Brief PFA incubation does not affect ECS volume fraction. A, Graphical overview of the workflow of experiments and analysis. B, Time-lapse shadow imaging of ECS in live and buffered PFA conditions. The live condition is represented both with a raw and inverted LUT. C, ECS volume fraction α does not change during a 30-min incubation with PFA. The images were analyzed either as a whole (“global”) or divided into “neuropil” or “cell bodies” areas (n = 6; presented as mean + SD). D, Representative images of ECS live and after 30 min of incubation with PFA. Blue squares indicate the magnified area that is shown below with an inverted LUT. E, Paired analysis of ECS volume fraction live and after 30 min of incubation with PFA (n = 5; ns: not significant; p > 0.05; in paired t-test). Scale bars: 10 μm.

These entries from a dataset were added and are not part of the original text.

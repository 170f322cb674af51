// Monte Carlo reserves benchmark: 100,000 trials x 6 inputs (goal <= 100 ms in Node).
// Prints ours against a reference (pure-rand draws) and a floor (the least any implementation
// must do: 600k raw draws, the model, one sort), measured in the same run. Median of RUNS runs
// after WARM warm-up runs, ours and the reference interleaved so both see the same machine load;
// the first (cold, un-optimised) run is shown separately. BENCH_NO_GC=1 skips the forced GC per run.
import { uniformFloat64 } from 'pure-rand/distribution/uniformFloat64';
import { xoroshiro128plus } from 'pure-rand/generator/xoroshiro128plus';
import { skipN } from 'pure-rand/utils/skipN';
import { runMonteCarlo } from '../src/reserves/monte-carlo.js';
import { fillUniform, streamSeed } from '../src/reserves/random.js';
import { sampleRankCorrelation } from '../src/reserves/rank-correlation.js';
import { sampleRankCorrelation as ssRankCorrelation } from 'simple-statistics';
import { type ReservesCaseInput, evaluateReservesCase } from '../src/reserves/reserves-case.js';

const TRIALS = 100_000;
const WARM = 10;
const RUNS = 15;
const NAMES = ['area', 'netPay', 'porosity', 'sw', 'bo', 'recoveryFactor'] as const;

const CASE: ReservesCaseInput = {
  fluid: 'oil',
  area: 640,
  areaUnit: 'acre',
  netPay: 30,
  porosity: 0.2,
  sw: 0.25,
  recoveryFactor: 0.3,
  bo: 1.2,
  distributions: {
    area: { kind: 'triangular', min: 400, mode: 640, max: 900 },
    netPay: { kind: 'lognormal', p90: 20, p10: 45 },
    porosity: { kind: 'normal', mean: 0.2, sd: 0.03, truncate: { min: 0.05, max: 0.35 } },
    sw: { kind: 'uniform', min: 0.2, max: 0.4 },
    bo: { kind: 'triangular', min: 1.1, mode: 1.2, max: 1.35 },
    recoveryFactor: { kind: 'lognormal', mean: 0.3, sd: 0.05, truncate: { max: 0.7 } },
  },
  monteCarlo: { trials: TRIALS, seed: 20240601 },
};

const gc = process.env.BENCH_NO_GC ? () => {} : ((globalThis as { gc?: () => void }).gc ?? (() => {}));

function time(fn: () => unknown): number {
  gc();
  const t = performance.now();
  fn();
  return performance.now() - t;
}

type Stats = { cold: number; median: number; min: number };

/** Times `a` and `b` interleaved (a, b, a, b, ...) so both see the same machine load. */
function measurePair(a: () => unknown, b: () => unknown): [Stats, Stats] {
  const coldA = time(a);
  const coldB = time(b);
  for (let i = 0; i < WARM; i++) {
    time(a);
    time(b);
  }
  const xa: number[] = [];
  const xb: number[] = [];
  for (let i = 0; i < RUNS; i++) {
    xa.push(time(a));
    xb.push(time(b));
  }
  const st = (xs: number[], cold: number): Stats => {
    xs.sort((p, q) => p - q);
    return { cold, median: xs[Math.floor(xs.length / 2)], min: xs[0] };
  };
  return [st(xa, coldA), st(xb, coldB)];
}

// --- uniform draws: ours (fillUniform) vs pure-rand (reference package, same sequence) ---
const bufs = NAMES.map(() => new Float64Array(TRIALS));
const oursDraws = () => NAMES.forEach((n, k) => fillUniform(streamSeed(1, n), bufs[k]));
const pureDraws = () =>
  NAMES.forEach((n, k) => {
    const rng = xoroshiro128plus(streamSeed(1, n));
    skipN(rng, 16);
    const b = bufs[k];
    for (let i = 0; i < TRIALS; i++) b[i] = uniformFloat64(rng);
  });
// Same sequence check before timing.
const check = fillUniform(streamSeed(1, 'area'), new Float64Array(1000));
const ref = xoroshiro128plus(streamSeed(1, 'area'));
skipN(ref, 16);
for (let i = 0; i < 1000; i++) if (check[i] !== uniformFloat64(ref)) throw new Error(`draw ${i} differs from pure-rand`);

// --- floor: raw draws + model over uniform inputs + one sort ---
const floor = () => {
  const u = NAMES.map((n) => fillUniform(streamSeed(2, n), new Float64Array(TRIALS)));
  const out = new Float64Array(TRIALS);
  for (let i = 0; i < TRIALS; i++) {
    out[i] = (7758 * (400 + 500 * u[0][i]) * (20 + 25 * u[1][i]) * (0.1 + 0.2 * u[2][i]) * (0.8 - 0.2 * u[3][i]) * (0.2 + 0.2 * u[5][i])) / (1.1 + 0.25 * u[4][i]);
  }
  out.sort();
  return out[TRIALS >> 1];
};

// --- ours: sampling + model only, and the whole case ---
const model = (s: Record<(typeof NAMES)[number], Float64Array>, n: number) => {
  const out = new Float64Array(n);
  for (let i = 0; i < n; i++) out[i] = (7758.37 * s.area[i] * s.netPay[i] * s.porosity[i] * (1 - s.sw[i]) * s.recoveryFactor[i]) / s.bo[i];
  return out;
};
const mcOnly = () => runMonteCarlo({ inputs: CASE.distributions as Required<NonNullable<ReservesCaseInput['distributions']>>, model, trials: TRIALS, seed: 1 });
const wholeCase = () => evaluateReservesCase(CASE);

const rows: [string, Stats, string, Stats][] = [];
const pair = (a: string, fa: () => unknown, b: string, fb: () => unknown) => {
  const [ma, mb] = measurePair(fa, fb);
  rows.push([a, ma, b, mb]);
};
pair('600k uniform draws, fillUniform (ours)', oursDraws, 'pure-rand xoroshiro128plus + uniformFloat64', pureDraws);
pair('runMonteCarlo: sample 6 inputs + model', mcOnly, 'floor: raw draws + model + 1 sort', floor);
pair('evaluateReservesCase (MC, 2 outputs, stats, tornado)', wholeCase, 'floor: raw draws + model + 1 sort', floor);
// Correlated inputs: porosity with Sw and area with net pay (Gaussian copula), the whole case again.
const CORRELATED: ReservesCaseInput = { ...CASE, correlations: [{ a: 'porosity', b: 'sw', rank: -0.5 }, { a: 'area', b: 'netPay', rank: 0.3 }] };
pair('evaluateReservesCase with 2 rank correlations', () => evaluateReservesCase(CORRELATED), 'evaluateReservesCase, independent inputs', wholeCase);
// The sample rank correlation of 100,000 pairs: ours (sort + binary search) against simple-statistics.
const rx = fillUniform(streamSeed(3, 'x'), new Float64Array(TRIALS));
const noise = fillUniform(streamSeed(3, 'y'), new Float64Array(TRIALS));
const ry = rx.map((v, i) => v + 0.5 * noise[i]);
const rxArr = Array.from(rx);
const ryArr = Array.from(ry);
pair('sampleRankCorrelation (ours), 100,000 pairs', () => sampleRankCorrelation(rx, ry), 'simple-statistics sampleRankCorrelation', () => ssRankCorrelation(rxArr, ryArr));

const r = evaluateReservesCase(CASE).probabilistic!.recoverable.field;
console.log(`Monte Carlo benchmark, ${TRIALS.toLocaleString('en')} trials x 6 inputs, Node ${process.version}; median of ${RUNS} after ${WARM} warm-up (cold = first run)`);
console.log('| ours | ms median / min / cold | reference or floor | ms median / min / cold | ours / ref (median) |');
console.log('|---|---|---|---|---|');
for (const [a, ma, b, mb] of rows) {
  const f = (m: Stats) => `${m.median.toFixed(1)} / ${m.min.toFixed(1)} / ${m.cold.toFixed(1)}`;
  console.log(`| ${a} | ${f(ma)} | ${b} | ${f(mb)} | ${(ma.median / mb.median).toFixed(2)} |`);
}
console.log(`goal <= 100 ms for the whole case: ${rows[2][1].median <= 100 ? 'met' : 'NOT met'} (median ${rows[2][1].median.toFixed(1)} ms, min ${rows[2][1].min.toFixed(1)} ms)`);
console.log(`machine load average (1 min): ${(await import('node:os')).loadavg()[0].toFixed(2)} on ${(await import('node:os')).cpus().length} CPUs`);
console.log(`recoverable P90 / P50 / P10 = ${r.p90.toExponential(4)} / ${r.p50.toExponential(4)} / ${r.p10.toExponential(4)} STB`);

Experimental design and statistical analysis

Statistical tests were performed using GraphPad Prism software. Normality tests were performed to confirm data were normally distributed. Paired t tests were performed for normally distributed data and Wilcoxon or Mann-Whitney tests for non-normally distributed data. The size and type of individual samples, n, for given experiments is indicated and specified in Results and figure legends. Asterisks in figures indicate p values as follows: *p < 0.05, **p < 0.01, ***p < 0.001, ****p < 0.0001. Image analysis and statistical tests were performed blind to the experimental condition.